To present the prenatal diagnosis and perinatal findings of a de novo terminal deletion of chromosome 7q.

Amniocentesis was performed at 21-weeks gestation owing to a positive result of maternal serum multiple-marker screening. The 30-year-old woman, gravida 2, para 1, had a maternal serum multiple-marker screening test at 18-weeks gestation. The risk of Down syndrome was 1/11 calculated from the gestational age, maternal age, a maternal serum alpha-fetoprotein level of 1.026 multiples of the median (MOM), and a maternal serum free beta-human chorionic gonadotrophin (hCG) level of 8.678 MoM. Cytogenetic analysis of the cultured amniotic fluid cells revealed a de novo terminal deletion of 7q, 46,XX,del(7)(q35). Ultrasonography showed intrauterine growth restriction, microcephaly, and tetralogy of Fallot. The pregnancy was terminated subsequently. Grossly, the placenta was normal. On autopsy, the proband additionally manifested a prominent forehead, hypertelorism, epicanthus, upslanting palpebral fissures, a flat and broad nasal bridge, micrognathia, large low-set ears, overriding toes, and a normal brain. Radiography demonstrated a normal spine.
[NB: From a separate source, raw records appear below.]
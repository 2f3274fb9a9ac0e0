"""All branches of minima of a material along one parameter, their ends and their crossings."""

from collections import deque
from collections.abc import Callable, Iterator
from dataclasses import dataclass, replace
from itertools import combinations, pairwise

import numpy as np
from scipy.optimize import brentq
from threadpoolctl import threadpool_limits

from kondomf.errors import InputError
from kondomf.material import Material
from kondomf.meanfield.continuation import AROUND, CONTINUOUS, LIMIT, ZERO, BranchPoint, End, Family, Follower
from kondomf.meanfield.driver import descend
from kondomf.meanfield.engine import engine_for, search_work
from kondomf.meanfield.search import solve
from kondomf.meanfield.solution import trial
from kondomf.meanfield.starts import Start, carried_over

DISCRETE = ("zone", "search")
"""Sections of a material whose numbers are no parameters of the physics."""
MOST_BRANCHES = 12
STARTS = 30
"""Starts of a search that take about as long as following all branches."""
PRECISION = 1e-4
"""Default precision of ends and crossings in units of the range."""
SAME_F = 1e-7
"""Branches whose F is relatively closer than this are not told apart at a transition."""


@dataclass(frozen=True)
class Branch:
    """Minima in the order of x, and the ends on the side of low and of high x."""

    points: tuple[BranchPoint, ...]
    ends: tuple[End, End]

    @property
    def range(self) -> tuple[float, float]:
        return self.ends[0].x, self.ends[1].x

    @property
    def curve(self) -> tuple[BranchPoint, ...]:
        """The points and the states at the ends."""
        low, high = (() if end.state is None else (end.state,) for end in self.ends)
        return (*low, *self.points, *high)

    def nearest(self, x: float) -> BranchPoint:
        return min(self.points, key=lambda point: abs(point.x - x))


@dataclass(frozen=True)
class Transition:
    """Where branches (by index) meet: "first order" where F of two is equal, "continuous" where one ends in another.

    lowest : no other branch is lower there; otherwise it joins metastable states.
    """

    x: float
    kind: str
    free_energy: float
    branches: tuple[int, ...]
    lowest: bool


@dataclass(frozen=True)
class Diagram:
    """Branches of `family` and their transitions, in the order of x.

    precision : in the unit of the parameter. complete : False where the number of branches was cut at MOST_BRANCHES.
    """

    family: Family
    precision: float
    branches: tuple[Branch, ...]
    transitions: tuple[Transition, ...]
    complete: bool


def follow_branches(
    material: Material,
    key: str,
    low: float,
    high: float,
    *,
    precision: float | None = None,
    progress: Callable[[str], None] | None = None,
) -> Diagram:
    """Branches of minima met from searches at low, middle and high x, followed to their ends.

    What a descent meets beyond an end is followed too where no branch is lower: soft magnets have a swarm of
    metastable orientations, each with a short branch of its own.

    `key` is a dotted numeric key of the material. Raises InputError for a key that does not vary continuously, an
    empty range, or a range in which the material is refused.
    """
    if key.split(".")[0] in DISCRETE:
        raise InputError(f"{key} is no coupling, filling or temperature; a branch cannot be followed along it")
    if not low < high:
        raise InputError(f"range {low:g}:{high:g} of {key}: give FROM below TO")
    family = Family(material, key, low, high)
    for x in (low, high):
        family.material_at(x)
    problem = family.at(high)
    family = replace(family, engine=engine_for(search_work(problem.model, problem.zone, STARTS)))
    precision = PRECISION * (high - low) if precision is None else precision
    if not 0 < precision < high - low:
        raise InputError(f"precision {precision:g} of {key}: give a number above 0 and below the range")
    follower = Follower(family, precision)
    say = progress or (lambda text: None)
    found: list[Branch] = []
    with threadpool_limits(1, user_api="blas"):
        seeds = deque((x, start, False) for x, start in _searched(family, say))
        while seeds and len(found) < MOST_BRANCHES:
            branch = _branch(follower, found, *seeds.popleft())
            if branch is not None:
                found.append(branch)
                say(f"a branch of {_text(branch)}")
                seeds.extend((*end.beyond, True) for end in branch.ends if end.beyond)
        found.sort(key=lambda branch: branch.range)
        transitions = sorted((*_crossings(follower, found), *_continuous(follower, found)), key=lambda t: t.x)
    return Diagram(family, precision, tuple(found), tuple(transitions), complete=not seeds)


def _searched(family: Family, say: Callable[[str], None]) -> Iterator[tuple[float, Start]]:
    """The distinct minima of searches at the ends and in the middle of the range."""
    for x in (family.low, (family.low + family.high) / 2, family.high):
        say(f"search at {family.key} = {x:g}")
        solution = solve(family.material_at(x))
        model = family.at(x).model
        for one in solution.minima:
            yield x, carried_over(model, one.start, one.model.table, one.p)


def _branch(follower: Follower, known: list[Branch], x: float, start: Start, lowest: bool) -> Branch | None:
    """The branch of the minimum that `start` leads to at x, followed both ways.

    None if it is known or no minimum, or not the lowest there although it must be.
    """
    family, problem = follower.family, follower.family.at(x)
    down = descend(problem, problem.first_fields(start.p))
    if down.status != "minimum":
        return None
    here = follower.branch_point(x, problem, down.point)
    others = [state for branch in known if (state := state_at(follower, branch, x)) is not None]
    bound = here.free_energy - SAME_F * abs(here.free_energy)
    undercut = lowest and any(state.free_energy < bound for state in others)
    if here.soft < -ZERO or undercut or any(_same(here, state) for state in others):
        return None
    below, low = follower.follow(here, family.low)
    above, high = follower.follow(here, family.high)
    return Branch((*reversed(below[1:]), *above), (low, high))


def _same(here: BranchPoint, there: BranchPoint) -> bool:
    """True if two states of one x are the same up to gauge and symmetry."""
    one, other = (trial(state.model, "", "minimum", state.point) for state in (here, there))
    return one.same_state(other)


def state_at(follower: Follower, branch: Branch, x: float) -> BranchPoint | None:
    """The state of `branch` at x, solved there; None outside its range."""
    if not branch.range[0] <= x <= branch.range[1]:
        return None
    points, end = follower.follow(branch.nearest(x), x)
    return points[-1] if end.kind == LIMIT else None


def _crossings(follower: Follower, branches: list[Branch]) -> Iterator[Transition]:
    """Where F of two branches is equal: brackets between points of the branches, then solved to the precision."""
    for i, j in combinations(range(len(branches)), 2):
        one, other = branches[i], branches[j]

        def difference(x: float, one: Branch = one, other: Branch = other) -> float:
            return _energy(follower, one, x) - _energy(follower, other, x)

        inside = max(one.range[0], other.range[0]), min(one.range[1], other.range[1])
        grid = sorted({p.x for b in (one, other) for p in b.points if inside[0] <= p.x <= inside[1]})
        values = [(x, d) for x in grid if SAME_F * abs(one.points[0].free_energy) < abs(d := difference(x)) < np.inf]
        for (left, d_left), (right, d_right) in pairwise(values):
            if d_left * d_right > 0:
                continue
            x = float(brentq(difference, left, right, xtol=follower.precision))
            energies = [_energy(follower, branch, x) for branch in branches]
            own = min(energies[i], energies[j])
            if not np.isfinite(own):  # neither branch was found again there
                continue
            yield Transition(x, "first order", own, (i, j), own <= min(energies) + SAME_F * abs(own))


def _continuous(follower: Follower, branches: list[Branch]) -> Iterator[Transition]:
    """Continuous ends of branches; where two branches end in each other, one of them."""
    told: list[float] = []
    for i, branch in enumerate(branches):
        for end in branch.ends:
            if end.kind != CONTINUOUS or end.state is None:
                continue
            own = end.state.free_energy
            energies = [_energy(follower, other, end.x) for other in branches]
            others = tuple(j for j, f in enumerate(energies) if j != i and abs(f - own) < SAME_F * abs(own))
            if any(abs(end.x - x) < AROUND * follower.precision for x in told):
                continue
            told.append(end.x)
            yield Transition(
                end.x, "continuous", own, (i, *others), own <= min(energies, default=own) + SAME_F * abs(own)
            )


def _energy(follower: Follower, branch: Branch, x: float) -> float:
    """F of the branch at x in meV per cell, infinite outside its range."""
    state = state_at(follower, branch, x)
    return np.inf if state is None else state.free_energy


def _text(branch: Branch) -> str:
    low, high = branch.ends
    return f"{len(branch.points)} states from {low.x:g} ({low.kind}) to {high.x:g} ({high.kind})"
Fluorescence in situ hybridization analysis demonstrated a 7q terminal deletion. Genetic marker analysis showed a maternally derived terminal deletion of chromosome 7(q35-qter).

Fetuses with a de novo 7q terminal deletion may be associated with a markedly elevated maternal serum hCG level and abnormal sonographic findings of intrauterine growth restriction, microcephaly, and congenital heart defects in the second trimester.